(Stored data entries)
————
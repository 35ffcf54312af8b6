/**
 * One worker thread of a restore run or a training run, started the same way for both: it answers
 * `ready` or `init-failed` once, then one result (or `failed`) per request it was sent. A worker that
 * fails or ends rejects its start and its request in flight, and keeps the reason for later requests.
 */
import { Worker } from 'node:worker_threads';
import { reviveError, type SerialisedError } from './errors.js';

export interface WorkerSlot<R> {
  worker: Worker;
  /** Settles once the worker has started (or could not). */
  ready: Promise<void>;
  pending?: { id: number; resolve: (result: R) => void; reject: (error: Error) => void };
  /** Set once the worker has failed or ended: the reason, for any later request. */
  failure?: Error;
}

/** What every kinhue worker sends: `ready`, `init-failed` (with `error`), then per request its result type or `failed` (with `error`). */
interface WorkerMessage {
  type: string;
  id?: number;
  error?: SerialisedError;
}

export interface WorkerStart<M extends { type: string }, R> {
  /** The message type of a result, and the result it carries. */
  resultType: string;
  resultOf: (message: M) => R;
  /** Called with the `ready` message (a backend name, a warning). */
  onReady?: (message: M) => void;
  /** The reason given when the worker fails or ends, by the error or exit code. */
  errorText: (error: Error) => string;
  exitText: (code: number) => string;
}

/**
 * Starts a worker thread on `script` with `workerData`.
 * @example
 *   const slot = startWorker(WORKER_SCRIPT, init, { resultType: 'done', resultOf: (m) => m.outcome, errorText, exitText });
 */
export function startWorker<M extends { type: string }, R>(script: URL, workerData: unknown, start: WorkerStart<M, R>): WorkerSlot<R> {
  const worker = new Worker(script, { workerData });
  const slot: WorkerSlot<R> = { worker, ready: Promise.resolve() };
  slot.ready = new Promise<void>((resolve, reject) => {
    const fail = (error: Error): void => {
      if (slot.failure) return;
      slot.failure = error;
      reject(error);
      slot.pending?.reject(error);
    };
    worker.on('message', (message: M) => {
      const m = message as WorkerMessage;
      const pending = slot.pending?.id === m.id ? slot.pending : undefined;
      if (m.type === 'ready') {
        start.onReady?.(message);
        resolve();
      } else if (m.type === 'init-failed') {
        fail(reviveError(m.error!));
        void worker.terminate();
      } else if (m.type === 'failed') {
        pending?.reject(reviveError(m.error!));
      } else if (m.type === start.resultType) {
        pending?.resolve(start.resultOf(message));
      }
    });
    worker.on('error', (error) => fail(new Error(start.errorText(error))));
    worker.on('exit', (code) => fail(new Error(start.exitText(code))));
  });
  // A failed start is reported by the next request; keep Node from calling it unhandled meanwhile.
  slot.ready.catch(() => undefined);
  return slot;
}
————
→ What you need to do:
Scan the lines above for "once" and state how many match, nothing more.

→ Exercise result:
3